Metallic materials, e.g. used for pipelines, have to show a high corrosion fatigue durability against gaseous hydrogen in context of embrittlement. This work shows the influence of gaseous hydrogen on the fatigue behaviour of the pipeline steel X56 (API 5L, 1.8724) in the low cycle fatigue regime (LCF). Therefore, strain-controlled fatigue tests are conducted with internal and external hydrogen pressurisation and as a reference in ambient air using both traditional specimen in an autoclave as well as hollow specimen.

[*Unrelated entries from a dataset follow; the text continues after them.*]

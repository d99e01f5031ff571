package raster

import (
	"archive/zip"
	"errors"
	"fmt"
	"math"
	"os"
	"path/filepath"
	"strings"
	"testing"

	"github.com/airbusgeo/godal"
)

// The two metadata files under ../testdata/mtl (see testdata/README.md): key
// names and layout from the USGS "Landsat 8 (L8) Data Users Handbook",
// values invented, so these constants are known by construction.
const (
	mtlC1 = "../testdata/mtl/LC08_L1TP_195025_20130707_20170503_01_T1_MTL.txt"
	mtlC2 = "../testdata/mtl/LC08_L1TP_195025_20130707_20200912_02_T1_MTL.txt"
	// testSunElevation is SUN_ELEVATION in both files, in degrees.
	testSunElevation = 58.07014687
)

// testReflectance gives REFLECTANCE_MULT_BAND_n and REFLECTANCE_ADD_BAND_n
// as written in both files for reflective band n.
func testReflectance(n int) (mult, add float64) {
	return []float64{2.0000e-05, 2.0100e-05, 2.0200e-05, 2.0300e-05, 2.0400e-05, 2.0500e-05, 2.0600e-05, 2.0700e-05, 2.0800e-05}[n-1],
		[]float64{-0.100, -0.101, -0.102, -0.103, -0.104, -0.105, -0.106, -0.107, -0.108}[n-1]
}

func TestReadMTL(t *testing.T) {
	tests := []struct {
		path, product, level string
		quality              bool // FILE_NAME_BAND_QUALITY (Collection 1 only)
	}{
		{mtlC1, "LC08_L1TP_195025_20130707_20170503_01_T1", "L1TP", true},
		{mtlC2, "LC08_L1TP_195025_20130707_20200912_02_T1", "L1TP", false},
	}
	for _, tc := range tests {
		m, err := ReadMTL(tc.path)
		if err != nil {
			t.Fatal(err)
		}
		if m.Path != tc.path || m.SpacecraftID != "LANDSAT_8" || m.DateAcquired != "2013-07-07" ||
			m.SunElevation != testSunElevation || m.ProcessingLevel != tc.level {
			t.Errorf("%s: %s %s %v %s", tc.path, m.SpacecraftID, m.DateAcquired, m.SunElevation, m.ProcessingLevel)
		}
		for n := 1; n <= 11; n++ {
			file := fmt.Sprintf("%s_B%d.TIF", tc.product, n)
			if got := m.BandFiles[fmt.Sprint(n)]; got != file {
				t.Errorf("%s: FILE_NAME_BAND_%d = %q, want %q", tc.path, n, got, file)
			}
			if band, ok := m.BandOf(strings.ToLower(file)); !ok || band != fmt.Sprint(n) {
				t.Errorf("%s: BandOf(%s) = %q, %v", tc.path, file, band, ok)
			}
			mult, add, err := m.Reflectance(fmt.Sprint(n))
			if n >= 10 {
				if !errors.Is(err, errNoReflectance) {
					t.Errorf("%s: thermal band %d: %v %v %v", tc.path, n, mult, add, err)
				}
				continue
			}
			wantM, wantA := testReflectance(n)
			if err != nil || mult != wantM || add != wantA {
				t.Errorf("%s: band %d: %v %v %v; want %v %v", tc.path, n, mult, add, err, wantM, wantA)
			}
		}
		if _, ok := m.BandFiles["QUALITY"]; ok != tc.quality {
			t.Errorf("%s: quality band listed %v", tc.path, ok)
		}
		if len(m.ReflMult) != 9 || len(m.ReflAdd) != 9 {
			t.Errorf("%s: %d and %d reflectance coefficients, want 9 and 9", tc.path, len(m.ReflMult), len(m.ReflAdd))
		}
	}
}

// level2MTL is a Collection 2 Level-2 layout: surface reflectance scale
// factors in their own group beside the Level-1 coefficients.
const level2MTL = `GROUP = LANDSAT_METADATA_FILE
  GROUP = PRODUCT_CONTENTS
    PROCESSING_LEVEL = "L2SP"
    FILE_NAME_BAND_1 = "LC08_L2SP_195025_20130707_20200912_02_T1_SR_B1.TIF"
  END_GROUP = PRODUCT_CONTENTS
  GROUP = IMAGE_ATTRIBUTES
    SPACECRAFT_ID = "LANDSAT_8"
    DATE_ACQUIRED = 2013-07-07
    SUN_ELEVATION = 58.07014687
  END_GROUP = IMAGE_ATTRIBUTES
  GROUP = LEVEL2_SURFACE_REFLECTANCE_PARAMETERS
    REFLECTANCE_MULT_BAND_1 = 2.75E-05
    REFLECTANCE_ADD_BAND_1 = -0.2
  END_GROUP = LEVEL2_SURFACE_REFLECTANCE_PARAMETERS
  GROUP = LEVEL1_RADIOMETRIC_RESCALING
    REFLECTANCE_MULT_BAND_1 = 2.0000E-05
    REFLECTANCE_ADD_BAND_1 = -0.100000
  END_GROUP = LEVEL1_RADIOMETRIC_RESCALING
END_GROUP = LANDSAT_METADATA_FILE
END
`

func TestReadMTLLevel2Groups(t *testing.T) {
	m, err := parseMTL("L2_MTL.txt", []byte(level2MTL))
	if err != nil {
		t.Fatal(err)
	}
	// Known by construction: only the Level-1 group's pair is taken.
	if mult, add, err := m.Reflectance("1"); err != nil || mult != 2e-5 || add != -0.1 || m.ProcessingLevel != "L2SP" {
		t.Errorf("band 1: %v %v %v, level %s", mult, add, err, m.ProcessingLevel)
	}
}

func TestReadMTLErrors(t *testing.T) {
	good, err := os.ReadFile(mtlC1)
	if err != nil {
		t.Fatal(err)
	}
	without := func(key string) string {
		var keep []string
		for _, l := range strings.Split(string(good), "\n") {
			if !strings.HasPrefix(strings.TrimSpace(l), key+" ") {
				keep = append(keep, l)
			}
		}
		return strings.Join(keep, "\n")
	}
	tests := []struct {
		name, text, want string
	}{
		{"no sun elevation", without("SUN_ELEVATION"), "x_MTL.txt: no SUN_ELEVATION"},
		{"no date", without("DATE_ACQUIRED"), "x_MTL.txt: no DATE_ACQUIRED"},
		{"no spacecraft", without("SPACECRAFT_ID"), "x_MTL.txt: no SPACECRAFT_ID"},
		{"no band files", "GROUP = A\nSPACECRAFT_ID = \"LANDSAT_8\"\nDATE_ACQUIRED = 2013-07-07\nSUN_ELEVATION = 50\nEND_GROUP = A\nEND\n", "x_MTL.txt: no FILE_NAME_BAND_n"},
		{"bad number", strings.Replace(string(good), "SUN_ELEVATION = 58.07014687", "SUN_ELEVATION = high", 1), "x_MTL.txt: SUN_ELEVATION = high is not a number"},
		{"bad coefficient", strings.Replace(string(good), "REFLECTANCE_ADD_BAND_4 = -0.103000", "REFLECTANCE_ADD_BAND_4 = ?", 1), "x_MTL.txt: REFLECTANCE_ADD_BAND_4 = ? is not a number"},
		{"unclosed group", "GROUP = A\nGROUP = B\nEND_GROUP = B\n", "x_MTL.txt: GROUP = A is not closed"},
		{"wrong end", "GROUP = A\nEND_GROUP = B\n", "x_MTL.txt: line 2: END_GROUP = B closes no open group of that name"},
		{"not ODL", "GROUP = A\nhello\n", `x_MTL.txt: line 2: want NAME = VALUE, got "hello"`},
	}
	for _, tc := range tests {
		_, err := parseMTL("x_MTL.txt", []byte(tc.text))
		if err == nil || !strings.Contains(err.Error(), tc.want) || strings.Contains(err.Error(), "\n") {
			t.Errorf("%s: got %v, want %q", tc.name, err, tc.want)
		}
	}
	if _, err := ReadMTL(filepath.Join(t.TempDir(), "missing_MTL.txt")); !errors.Is(err, ErrNotFound) || !strings.Contains(err.Error(), "missing_MTL.txt") {
		t.Errorf("missing file: got %v", err)
	}
}

func FuzzReadMTL(f *testing.F) {
	for _, p := range []string{mtlC1, mtlC2} {
		data, err := os.ReadFile(p)
		if err != nil {
			f.Fatal(err)
		}
		f.Add(data)
	}
	for _, s := range []string{level2MTL, "", "END", "GROUP = A\n", "END_GROUP = A\n", "A = \"\nB =", "=\n", "FILE_NAME_BAND_ = x\n"} {
		f.Add([]byte(s))
	}
	f.Fuzz(func(t *testing.T, data []byte) {
		m, err := parseMTL("fuzz_MTL.txt", data)
		if err != nil {
			if strings.Contains(err.Error(), "\n") {
				t.Fatalf("error on several lines: %q", err)
			}
			return
		}
		if len(m.BandFiles) == 0 || math.IsNaN(m.SunElevation) || math.IsInf(m.SunElevation, 0) || m.SpacecraftID == "" {
			t.Fatalf("accepted %+v", m)
		}
	})
}

// landsatProduct copies an MTL file into a new folder and writes, beside it,
// the band files it lists for the given bands: UInt16, 4 x 3 pixels, DN
// 0 (fill) at pixel 0 and 7000 + 1000*band + 37*i elsewhere.
func landsatProduct(t *testing.T, mtl string, bands ...int) (dir string, paths []string) {
	t.Helper()
	dir = t.TempDir()
	data, err := os.ReadFile(mtl)
	if err != nil {
		t.Fatal(err)
	}
	if err := os.WriteFile(filepath.Join(dir, filepath.Base(mtl)), data, 0o644); err != nil {
		t.Fatal(err)
	}
	product := strings.TrimSuffix(filepath.Base(mtl), "_MTL.txt")
	for _, n := range bands {
		r := defaultRaster()
		r.w, r.h, r.bands, r.dtype = 4, 3, 1, godal.UInt16
		r.values = func(x, y, _ int) float64 { return landsatDN(n, y*4+x) }
		paths = append(paths, r.write(t, filepath.Join(dir, fmt.Sprintf("%s_B%d.TIF", product, n))))
	}
	return dir, paths
}

func landsatDN(band, i int) float64 {
	if i == 0 {
		return 0
	}
	return float64(7000 + 1000*band + 37*i)
}

func TestFindMTL(t *testing.T) {
	dir, paths := landsatProduct(t, mtlC2, 4)
	got, err := FindMTL(paths[0])
	if want := filepath.Join(dir, filepath.Base(mtlC2)); err != nil || got != want {
		t.Errorf("FindMTL = %q, %v; want %q", got, err, want)
	}
	// A file no MTL lists, and a folder without MTL files.
	stray := defaultRaster().write(t, filepath.Join(dir, "stray.tif"))
	lone := defaultRaster().write(t, filepath.Join(t.TempDir(), "lone.tif"))
	for _, p := range []string{stray, lone} {
		_, err := FindMTL(p)
		if err == nil || !strings.Contains(err.Error(), filepath.Dir(p)) || !strings.Contains(err.Error(), filepath.Base(p)) {
			t.Errorf("FindMTL(%s) = %v, want an error naming the folder and the file", p, err)
		}
	}
}

// TestCalibrateTOA checks the reflectance read against the handbook's
// formula rho = (M_rho*Q_cal + A_rho)/sin(theta_SE) evaluated here from the
// constants written in the MTL files, for both collection layouts.
func TestCalibrateTOA(t *testing.T) {
	for _, mtl := range []string{mtlC1, mtlC2} {
		_, paths := landsatProduct(t, mtl, 2, 3)
		s, err := Open(paths, Calibrate("toa"), NoData([]float64{0}))
		if err != nil {
			t.Fatal(err)
		}
		if s.Bands[0].Name != "B2" || s.Bands[1].Name != "B3" {
			t.Errorf("names %s %s", s.Bands[0].Name, s.Bands[1].Name)
		}
		sin := math.Sin(testSunElevation * math.Pi / 180)
		got, valid, n := readAll(t, s)
		if n != 11 || valid[0] {
			t.Errorf("%s: %d valid pixels (fill at pixel 0 valid: %v), want 11", mtl, n, valid[0])
		}
		for k, band := range []int{2, 3} {
			b := s.Bands[k]
			mult, add := testReflectance(band)
			if b.Calibration != CalibrateTOA || b.ReflMult != mult || b.ReflAdd != add || b.SunElevation != testSunElevation {
				t.Errorf("%s band %d: %+v", mtl, band, b)
			}
			for i := 1; i < 12; i++ {
				q := landsatDN(band, i)
				want := (mult*q + add) / sin
				// The reader applies q*(M/sin) + A/sin: the same up to
				// rounding, a few units in the last place of the terms.
				tol := 1e-12 * (math.Abs(mult*q) + math.Abs(add)) / sin
				if v := got[2*i+k]; math.Abs(v-want) > tol {
					t.Errorf("%s band %d pixel %d: %v, want %v", mtl, band, i, v, want)
				}
			}
		}
		s.Close()
	}
	// The default stays the scale metadata.
	_, paths := landsatProduct(t, mtlC1, 2)
	s, err := Open(paths)
	if err != nil {
		t.Fatal(err)
	}
	if b := s.Bands[0]; b.Calibration != CalibrateScale || b.Scale != 1 || b.Offset != 0 || b.ReflMult != 0 {
		t.Errorf("default calibration: %+v", b)
	}
}

func TestCalibrateTOAErrors(t *testing.T) {
	_, paths := landsatProduct(t, mtlC1, 4, 10)
	lone := defaultRaster()
	lone.bands = 1
	lonePath := lone.write(t, filepath.Join(t.TempDir(), "lone_B1.TIF"))

	// A product whose MTL lacks one coefficient.
	good, _ := os.ReadFile(mtlC1)
	partial := t.TempDir()
	text := strings.Replace(string(good), "    REFLECTANCE_ADD_BAND_5 = -0.104000\n", "", 1)
	os.WriteFile(filepath.Join(partial, filepath.Base(mtlC1)), []byte(text), 0o644)
	five := defaultRaster()
	five.bands = 1
	fivePath := five.write(t, filepath.Join(partial, "LC08_L1TP_195025_20130707_20170503_01_T1_B5.TIF"))

	// A Level-2 product.
	l2 := t.TempDir()
	os.WriteFile(filepath.Join(l2, "LC08_L2SP_195025_20130707_20200912_02_T1_MTL.txt"), []byte(level2MTL), 0o644)
	sr := five.write(t, filepath.Join(l2, "LC08_L2SP_195025_20130707_20200912_02_T1_SR_B1.TIF"))

	tests := []struct {
		name  string
		paths []string
		want  []string
	}{
		{"thermal band", paths, []string{"band B10", "not a reflective band", "REFLECTANCE_MULT_BAND_10", "--bands", "_MTL.txt"}},
		{"no MTL", []string{lonePath}, []string{filepath.Dir(lonePath), "no *_MTL.txt"}},
		{"missing key", []string{fivePath}, []string{filepath.Base(mtlC1), "REFLECTANCE_ADD_BAND_5"}},
		{"Level-2", []string{sr}, []string{"Level-2", "L2SP"}},
	}
	for _, tc := range tests {
		_, err := Open(tc.paths, Calibrate("toa"))
		if err == nil || strings.Contains(err.Error(), "\n") {
			t.Errorf("%s: got %v, want a one-line error", tc.name, err)
			continue
		}
		for _, w := range tc.want {
			if !strings.Contains(err.Error(), w) {
				t.Errorf("%s: %q does not say %q", tc.name, err, w)
			}
		}
	}
	if _, err := Open(paths[:1], Calibrate("radiance")); !errors.Is(err, ErrBadSpec) {
		t.Errorf("unknown calibration: got %v, want ErrBadSpec", err)
	}
}

// TestFindMTLInZip finds and reads the MTL file inside a zip archive
// through GDAL's /vsizip/, as for a product never unpacked.
func TestFindMTLInZip(t *testing.T) {
	dir, paths := landsatProduct(t, mtlC1, 2)
	archive := filepath.Join(t.TempDir(), "product.zip")
	f, err := os.Create(archive)
	if err != nil {
		t.Fatal(err)
	}
	zw := zip.NewWriter(f)
	for _, p := range []string{filepath.Join(dir, filepath.Base(mtlC1)), paths[0]} {
		data, err := os.ReadFile(p)
		if err != nil {
			t.Fatal(err)
		}
		w, err := zw.Create("scene/" + filepath.Base(p))
		if err != nil {
			t.Fatal(err)
		}
		w.Write(data)
	}
	if err := zw.Close(); err != nil {
		t.Fatal(err)
	}
	f.Close()
	band := "/vsizip/" + archive + "/scene/" + filepath.Base(paths[0])
	got, err := FindMTL(band)
	if want := "/vsizip/" + archive + "/scene/" + filepath.Base(mtlC1); err != nil || got != want {
		t.Fatalf("FindMTL(%s) = %q, %v; want %q", band, got, err, want)
	}
	s, err := Open([]string{band}, Calibrate("toa"))
	if err != nil {
		t.Fatal(err)
	}
	// Known by construction: band 2's coefficients in the MTL file.
	if mult, add := testReflectance(2); s.Bands[0].ReflMult != mult || s.Bands[0].ReflAdd != add {
		t.Errorf("band from the zip: %+v", s.Bands[0])
	}
}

The evaluation of the test results focuses on the determination of the stress-strain behaviour and the cyclic softening and hardening behaviour. Based on this evaluation the investigated steel shows a significant reduction in lifetime at high strain amplitudes under gaseous hydrogen compared to the reference investigations in air. Compared to the full specimens, the hollow specimens achieved higher lifetimes at comparable local stresses as well as in air and under hydrogen environment. The evaluation of the stress-strain behaviour in form of the cyclic stress-strain curves and the cyclic deformation curves showed for both specimen geometries no significant difference in stress amplitude, but the lifetime reducing effect of the hydrogen is pronounced. The fatigue life reducing influence of the hydrogen can only be observed for lifetimes up to 1∙10⁶ cycles. From this point the strain life curves of air and hydrogen merge into one another. In order to evaluate the different lifetimes determined for both specimen geometries, considerations are made regarding the influence of size effect.